→ WHAT THE EXERCISE ASKS:
From the data that follows, copy every line holding the string "last".

◇ ◇ ◇ ◇ ◇ ◇ ◇

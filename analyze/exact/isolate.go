package exact

import (
	"context"
	"math/big"
)

// Interval holds exactly one real root of a polynomial: either the root
// itself, where Lo and Hi are equal, or the open interval from Lo to Hi whose
// ends are no roots.
type Interval struct{ Lo, Hi *big.Rat }

// IsPoint reports whether the root is known to be the rational number Lo.
func (v Interval) IsPoint() bool { return v.Lo.Cmp(v.Hi) == 0 }

// Width returns Hi − Lo.
func (v Interval) Width() *big.Rat { return new(big.Rat).Sub(v.Hi, v.Lo) }

// Midpoint returns the middle of the interval.
func (v Interval) Midpoint() *big.Rat {
	m := new(big.Rat).Add(v.Lo, v.Hi)
	return m.Mul(m, big.NewRat(1, 2))
}

// IsolateRealRoots returns disjoint intervals, in ascending order, for the
// distinct real roots of p in the closed range from lo to hi; a nil end is
// infinite. It returns nil for the zero polynomial. The intervals lie within
// the range.
//
// Roots are separated by Descartes' rule of signs on halved intervals
// (G. E. Collins and A. G. Akritas, Proceedings of SYMSAC 1976, 272–275),
// in exact arithmetic.
func IsolateRealRoots(p Poly, lo, hi *big.Rat) []Interval {
	roots, err := IsolateRealRootsContext(context.Background(), p, lo, hi)
	if err != nil {
		panic("exact: the background context ended")
	}
	return roots
}

// CountRealRoots returns the number of distinct real roots of p in the closed
// range from lo to hi, a nil end being infinite; 0 for the zero polynomial.
func CountRealRoots(p Poly, lo, hi *big.Rat) int { return len(IsolateRealRoots(p, lo, hi)) }

// IsolateRealRootsContext is IsolateRealRoots with a way to stop it; the
// error is the context's.
func IsolateRealRootsContext(ctx context.Context, p Poly, lo, hi *big.Rat) ([]Interval, error) {
	if p.Degree() < 1 || lo != nil && hi != nil && lo.Cmp(hi) > 0 {
		return nil, ctx.Err()
	}
	q := p.Radical()
	var roots []Interval
	var err error
	if lo != nil && lo.Sign() >= 0 || hi != nil && hi.Sign() <= 0 {
		roots, err = isolateRange(ctx, q, lo, hi)
	} else {
		roots, err = isolateBothSigns(ctx, q, lo, hi)
	}
	if err != nil {
		return nil, err
	}
	for i, v := range roots {
		if !v.IsPoint() {
			roots[i] = clearEnds(q, v)
		}
	}
	return roots, nil
}

// isolateBothSigns splits the range at 0, so that small and large roots are
// reached from powers of two on either side.
func isolateBothSigns(ctx context.Context, q Poly, lo, hi *big.Rat) ([]Interval, error) {
	zero := new(big.Rat)
	left, err := isolateRange(ctx, q, lo, zero)
	if err != nil {
		return nil, err
	}
	if n := len(left); n > 0 && left[n-1].Hi.Sign() == 0 && left[n-1].IsPoint() {
		left = left[:n-1] // the root 0 comes with the right half
	}
	right, err := isolateRange(ctx, q, zero, hi)
	return append(left, right...), err
}

// clearEnds moves the ends of an open interval with one root of a square-free
// q away from other roots of q.
func clearEnds(q Poly, v Interval) Interval {
	loRoot, hiRoot := q.EvalSign(v.Lo) == 0, q.EvalSign(v.Hi) == 0
	if loRoot {
		q = divideRoot(q, v.Lo)
	}
	if hiRoot {
		q = divideRoot(q, v.Hi)
	}
	sign := q.EvalSign(v.Lo)
	for loRoot || hiRoot {
		mid := v.Midpoint()
		switch q.EvalSign(mid) {
		case 0:
			return Interval{mid, mid}
		case sign:
			v.Lo, loRoot = mid, false
		default:
			v.Hi, hiRoot = mid, false
		}
	}
	return v
}

// isolateRange isolates the roots of a square-free q in [lo, hi], which does
// not reach to both sides of 0.
func isolateRange(ctx context.Context, q Poly, lo, hi *big.Rat) ([]Interval, error) {
	if hi == nil && lo.Cmp(rootBound(q)) > 0 || lo == nil && new(big.Rat).Neg(hi).Cmp(rootBound(q)) > 0 {
		return nil, ctx.Err()
	}
	if hi == nil {
		hi = rootBound(q)
	}
	if lo == nil {
		lo = rootBound(q)
		lo.Neg(lo)
	}
	var out, last []Interval
	if q.EvalSign(lo) == 0 {
		out = append(out, Interval{lo, lo})
		q = divideRoot(q, lo)
	}
	if lo.Cmp(hi) == 0 {
		return out, ctx.Err()
	}
	if q.EvalSign(hi) == 0 {
		last = append(last, Interval{hi, hi})
		q = divideRoot(q, hi)
	}
	width := new(big.Rat).Sub(hi, lo)
	d := descartes{ctx: ctx, lo: lo, width: width}
	if err := d.search(onUnitInterval(q, lo, width)); err != nil {
		return nil, err
	}
	return append(append(out, d.found...), last...), nil
}

// divideRoot returns q/(s − r), primitive.
func divideRoot(q Poly, r *big.Rat) Poly {
	return q.Quo(NewPoly(new(big.Rat).Neg(r), big.NewRat(1, 1))).Primitive()
}

// rootBound returns a power of two greater than the absolute value of every
// root of p, which has degree at least 1: twice the largest
// |c[n−k]/c[n]|^(1/k) (M. Fujiwara, Tôhoku Mathematical Journal 10 (1916)
// 167–171), with exponents rounded up.
func rootBound(p Poly) *big.Rat {
	n := p.Degree()
	top := p.c[n].BitLen() - 1 // |c[n]| ≥ 2^top
	best := -1 << 62
	for k := 1; k <= n; k++ {
		if v := p.c[n-k]; v.Sign() != 0 {
			e := v.BitLen() - top // |c[n−k]/c[n]| < 2^e
			best = max(best, ceilDiv(e, k))
		}
	}
	if best == -1<<62 {
		best = 0 // p = c·sⁿ
	}
	return powerOfTwo(best + 1)
}

// ceilDiv returns ⌈a/b⌉ for b > 0.
func ceilDiv(a, b int) int {
	q := a / b
	if a%b > 0 {
		q++
	}
	return q
}

// powerOfTwo returns 2^e.
func powerOfTwo(e int) *big.Rat {
	x := new(big.Int).Lsh(bigOne, uint(max(e, -e)))
	if e < 0 {
		return new(big.Rat).SetFrac(bigOne, x)
	}
	return new(big.Rat).SetInt(x)
}

// onUnitInterval returns the primitive integer coefficients of
// q(lo + width·x).
func onUnitInterval(q Poly, lo, width *big.Rat) []*big.Int {
	// With lo = a/d: q(y/d), shifted by a, then y = d·width·x.
	d := new(big.Rat).SetInt(lo.Denom())
	t := q.ScaleArgument(new(big.Rat).Inv(d)).Primitive()
	t = Poly{c: taylorShift(t.c, lo.Num())}
	t = t.ScaleArgument(d.Mul(d, width)).Primitive()
	c := make([]*big.Int, len(t.c))
	for i, v := range t.c {
		c[i] = new(big.Int).Set(v)
	}
	return c
}

// taylorShift returns the coefficients of f(x + a) in fresh integers.
func taylorShift(f []*big.Int, a *big.Int) []*big.Int {
	c := make([]*big.Int, len(f))
	for i, v := range f {
		c[i] = new(big.Int).Set(v)
	}
	switch {
	case a.Sign() == 0:
	case isOne(a):
		shiftByOne(c)
	default:
		t := new(big.Int)
		for i := range len(c) - 1 {
			for j := len(c) - 2; j >= i; j-- {
				c[j].Add(c[j], t.Mul(a, c[j+1]))
			}
		}
	}
	return c
}

// shiftByOne replaces f(x) by f(x + 1).
func shiftByOne(c []*big.Int) {
	for i := range len(c) - 1 {
		for j := len(c) - 2; j >= i; j-- {
			c[j].Add(c[j], c[j+1])
		}
	}
}

// descartes searches (lo, lo + width) for the roots of a polynomial that is
// given on the unit interval.
type descartes struct {
	ctx       context.Context
	lo, width *big.Rat
	found     []Interval
}

// node is the interval from index/2^depth to (index+1)/2^depth with the
// polynomial moved onto the unit interval.
type node struct {
	index *big.Int
	depth uint
	c     []*big.Int
	point bool // the single point index/2^depth, which is a root
}

func (d *descartes) search(c []*big.Int) error {
	stack := []node{{index: new(big.Int), c: c}}
	for len(stack) > 0 {
		if err := d.ctx.Err(); err != nil {
			return err
		}
		top := stack[len(stack)-1]
		stack = stack[:len(stack)-1]
		if top.point {
			x := d.place(top.index, top.depth)
			d.found = append(d.found, Interval{x, x})
			continue
		}
		switch signVariations(top.c) {
		case 0:
		case 1:
			next := new(big.Int).Add(top.index, bigOne)
			d.found = append(d.found, Interval{d.place(top.index, top.depth), d.place(next, top.depth)})
		default:
			stack = append(stack, halves(top)...)
		}
	}
	return nil
}

// place returns lo + width·index/2^depth.
func (d *descartes) place(index *big.Int, depth uint) *big.Rat {
	x := new(big.Rat).SetFrac(index, new(big.Int).Lsh(bigOne, depth))
	x.Mul(x, d.width)
	return x.Add(x, d.lo)
}

// halves returns the right half, the middle where it is a root, and the left
// half, for a stack. Roots at the ends are divided out.
func halves(v node) []node {
	n := len(v.c) - 1
	left := v.c // 2ⁿ·c(x/2)
	for i, a := range left {
		a.Lsh(a, uint(n-i))
	}
	right := make([]*big.Int, n+1)
	for i, a := range left {
		right[i] = new(big.Int).Set(a)
	}
	shiftByOne(right)
	index := new(big.Int).Lsh(v.index, 1)
	mid := new(big.Int).Add(index, bigOne)
	if right[0].Sign() != 0 {
		return []node{
			{index: mid, depth: v.depth + 1, c: thin(right)},
			{index: index, depth: v.depth + 1, c: thin(left)},
		}
	}
	// Divide the right half by x and the left one by x − 1.
	right = right[1:]
	for i := n - 1; i >= 0; i-- {
		left[i].Add(left[i], left[i+1])
	}
	left = left[1:]
	return []node{
		{index: mid, depth: v.depth + 1, c: thin(right)},
		{index: mid, depth: v.depth + 1, point: true},
		{index: index, depth: v.depth + 1, c: thin(left)},
	}
}

// thin divides the coefficients by their common power of two.
func thin(c []*big.Int) []*big.Int {
	k := ^uint(0)
	for _, v := range c {
		if v.Sign() != 0 {
			k = min(k, v.TrailingZeroBits())
		}
	}
	if k > 0 && k != ^uint(0) {
		for _, v := range c {
			v.Rsh(v, k)
		}
	}
	return c
}

// signVariations returns a bound on the number of roots in the open unit
// interval: the sign changes in the coefficients of (1+x)ⁿ·c(1/(1+x)). The
// bound is exact when it is 0 or 1. Counting stops at 2.
func signVariations(c []*big.Int) int {
	count, last := 0, 0
	for _, v := range c { // no change of sign in c itself: no positive root
		if s := v.Sign(); s != 0 {
			if s == -last {
				count++
			}
			last = s
		}
	}
	if count == 0 {
		return 0
	}
	r := make([]*big.Int, len(c))
	for i, v := range c {
		r[len(c)-1-i] = new(big.Int).Set(v)
	}
	// After step i of the shift coefficient i is final.
	count, last = 0, 0
	for i := range r {
		for j := len(r) - 2; j >= i; j-- {
			r[j].Add(r[j], r[j+1])
		}
		if s := r[i].Sign(); s != 0 {
			if s == -last {
				if count++; count == 2 {
					return 2
				}
			}
			last = s
		}
	}
	return count
}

◇ ◇ ◇ ◇ ◇ ◇ ◇

→ YOUR RESPONSE:
	var out, last []Interval
		last = append(last, Interval{hi, hi})
	return append(append(out, d.found...), last...), nil
	count, last := 0, 0
			if s == -last {
			last = s
	count, last = 0, 0
			if s == -last {
			last = s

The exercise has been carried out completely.